[Recorded data]

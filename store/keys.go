package store

import (
	"context"
	"crypto/rand"
	"crypto/sha256"
	"crypto/subtle"
	"encoding/base64"
	"strings"
	"time"

	"github.com/jackc/pgx/v5"

	"github.com/rotorwright/rotorwright/fleet"
)

// tokenPrefix marks tokens of this service so leaked ones are recognisable.
const tokenPrefix = "rw_"

// CreateKey makes a key held by the person it is named after.
func (db *DB) CreateKey(ctx context.Context, name string, role fleet.Role) (*fleet.APIKey, string, error) {
	return db.CreatePersonKey(ctx, name, name, role)
}

// CreatePersonKey makes a key held by person and returns it with its token,
// shown only this once.
func (db *DB) CreatePersonKey(ctx context.Context, name, person string, role fleet.Role) (*fleet.APIKey, string, error) {
	name, person = strings.TrimSpace(name), strings.TrimSpace(person)
	if !fleet.Visible(name) || len(name) > 120 {
		return nil, "", fleet.FieldError("name", "must be 1 to 120 characters")
	}
	if !fleet.Visible(person) || len(person) > 120 {
		return nil, "", fleet.FieldError("person", "must be 1 to 120 characters")
	}
	if !role.Valid() {
		return nil, "", fleet.FieldError("role", "must be viewer, pilot, technician or admin")
	}
	secret := make([]byte, 32)
	if _, err := rand.Read(secret); err != nil {
		return nil, "", err
	}
	token := tokenPrefix + base64.RawURLEncoding.EncodeToString(secret)
	sum := sha256.Sum256([]byte(token))
	k := &fleet.APIKey{ID: newID(), Name: name, Person: person, Role: role}
	err := db.inTx(ctx, func(tx pgx.Tx) error {
		if err := tx.QueryRow(ctx, `
			INSERT INTO api_keys (id, name, person, role, token_sha256) VALUES ($1, $2, $3, $4, $5) RETURNING created_at`,
			k.ID, k.Name, k.Person, k.Role, sum[:]).Scan(&k.CreatedAt); err != nil {
			return err
		}
		return audit(ctx, tx, "api_key", k.ID, nil, k)
	})
	if err != nil {
		return nil, "", err
	}
	return k, token, nil
}

// Authenticate returns the live key holding token. The lookup is by hash, and
// the stored hash is compared again in constant time.
func (db *DB) Authenticate(ctx context.Context, token string) (*fleet.APIKey, error) {
	sum := sha256.Sum256([]byte(token))
	var k fleet.APIKey
	var stored []byte
	err := db.pool.QueryRow(ctx, `
		SELECT id, name, person, role, created_at, revoked_at, token_sha256 FROM api_keys WHERE token_sha256 = $1`, sum[:]).
		Scan(&k.ID, &k.Name, &k.Person, &k.Role, &k.CreatedAt, &k.RevokedAt, &stored)
	if err == pgx.ErrNoRows || (err == nil && subtle.ConstantTimeCompare(stored, sum[:]) != 1) {
		return nil, fleet.Errorf(fleet.EUNAUTHORIZED, "unknown or revoked token")
	} else if err != nil {
		return nil, translate(err)
	}
	if k.RevokedAt != nil {
		return nil, fleet.Errorf(fleet.EUNAUTHORIZED, "unknown or revoked token")
	}
	return &k, nil
}

// Keys lists every key (never the tokens).
func (db *DB) Keys(ctx context.Context) ([]*fleet.APIKey, error) {
	rows, err := db.pool.Query(ctx, `SELECT id, name, person, role, created_at, revoked_at FROM api_keys ORDER BY id`)
	if err != nil {
		return nil, translate(err)
	}
	return collect(rows, func(r pgx.Row) (*fleet.APIKey, error) {
		var k fleet.APIKey
		return &k, r.Scan(&k.ID, &k.Name, &k.Person, &k.Role, &k.CreatedAt, &k.RevokedAt)
	})
}

// RevokeKey revokes a key at once.
func (db *DB) RevokeKey(ctx context.Context, id string) (*fleet.APIKey, error) {
	var out fleet.APIKey
	err := db.inTx(ctx, func(tx pgx.Tx) error {
		var before fleet.APIKey
		err := tx.QueryRow(ctx, `SELECT id, name, person, role, created_at, revoked_at FROM api_keys WHERE id = $1 FOR UPDATE`, id).
			Scan(&before.ID, &before.Name, &before.Person, &before.Role, &before.CreatedAt, &before.RevokedAt)
		if err != nil {
			return translateNotFound(err, "key")
		}
		if before.RevokedAt != nil {
			return fleet.Errorf(fleet.ECONFLICT, "the key is already revoked")
		}
		out = *clone(&before)
		now := time.Now()
		if err := tx.QueryRow(ctx, `UPDATE api_keys SET revoked_at = $2 WHERE id = $1 RETURNING revoked_at`, id, now).
			Scan(&out.RevokedAt); err != nil {
			return err
		}
		return audit(ctx, tx, "api_key", id, before, out)
	})
	if err != nil {
		return nil, err
	}
	return &out, nil
}
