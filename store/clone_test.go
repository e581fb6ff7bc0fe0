package store

import (
	"reflect"
	"testing"
	"time"

	"github.com/rotorwright/rotorwright/fleet"
)

// fill sets every reachable exported leaf of v from seed, allocating
// pointers, slices and maps on the way, so that two fills with one seed are
// equal and a fill with another seed differs everywhere.
func fill(v reflect.Value, seed int) {
	switch v.Kind() {
	case reflect.Pointer:
		if v.IsNil() {
			v.Set(reflect.New(v.Type().Elem()))
		}
		fill(v.Elem(), seed)
	case reflect.Slice:
		if v.IsNil() {
			v.Set(reflect.MakeSlice(v.Type(), 3, 3))
		}
		for i := 0; i < v.Len(); i++ {
			fill(v.Index(i), seed+i)
		}
	case reflect.Map:
		if v.IsNil() {
			v.Set(reflect.MakeMap(v.Type()))
		}
		k := reflect.New(v.Type().Key()).Elem()
		fill(k, 1) // the same key every time: the value changes
		val := reflect.New(v.Type().Elem()).Elem()
		fill(val, seed)
		v.SetMapIndex(k, val)
	case reflect.Struct:
		if v.Type() == reflect.TypeOf(time.Time{}) {
			v.Set(reflect.ValueOf(time.Unix(int64(seed), 0)))
			return
		}
		for i := 0; i < v.NumField(); i++ {
			if v.Field(i).CanSet() {
				fill(v.Field(i), seed+i)
			}
		}
	case reflect.String:
		v.SetString(string(rune('a' + seed%26)))
	case reflect.Bool:
		v.SetBool(seed%2 == 1)
	case reflect.Int, reflect.Int64, reflect.Int32:
		v.SetInt(int64(seed))
	case reflect.Uint8:
		v.SetUint(uint64(seed % 256))
	case reflect.Float64:
		v.SetFloat(float64(seed) + 0.5)
	}
}

func checkClone[T any](t *testing.T, name string) {
	t.Helper()
	var orig, want T
	fill(reflect.ValueOf(&orig), 1)
	fill(reflect.ValueOf(&want), 1)
	c := clone(&orig)
	if !reflect.DeepEqual(*c, orig) {
		t.Fatalf("%s: the clone differs from its original", name)
	}
	fill(reflect.ValueOf(c), 7)
	if !reflect.DeepEqual(orig, want) {
		t.Errorf("%s: changing the clone changed the original", name)
	}
	if reflect.DeepEqual(*c, orig) {
		t.Errorf("%s: the fill did not change the clone", name)
	}
}

// A clone shares nothing with its original: filling every member of the
// clone (through its pointers, slices, raw JSON and maps) leaves the
// original as it was, for every record type the store updates or audits.
func TestCloneSharesNothing(t *testing.T) {
	checkClone[fleet.Airframe](t, "airframe")
	checkClone[fleet.Part](t, "part")
	checkClone[fleet.Job](t, "job")
	checkClone[fleet.ServiceRule](t, "service rule")
	checkClone[fleet.Event](t, "event")
	checkClone[fleet.APIKey](t, "api key")
	checkClone[fleet.WorkRecord](t, "work record")
	checkClone[fleet.Flight](t, "flight")
	checkClone[fleet.Fit](t, "fit")
	checkClone[fleet.ColumnMap](t, "column map")
	checkClone[map[string][]byte](t, "map")
}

• _WHAT THE TASK ASKS_
Only the lines that hold the word "this" are wanted; each should be pulled from the records.

• _OUTPUT OF THE EXERCISE_
// tokenPrefix marks tokens of this service so leaked ones are recognisable.
// shown only this once.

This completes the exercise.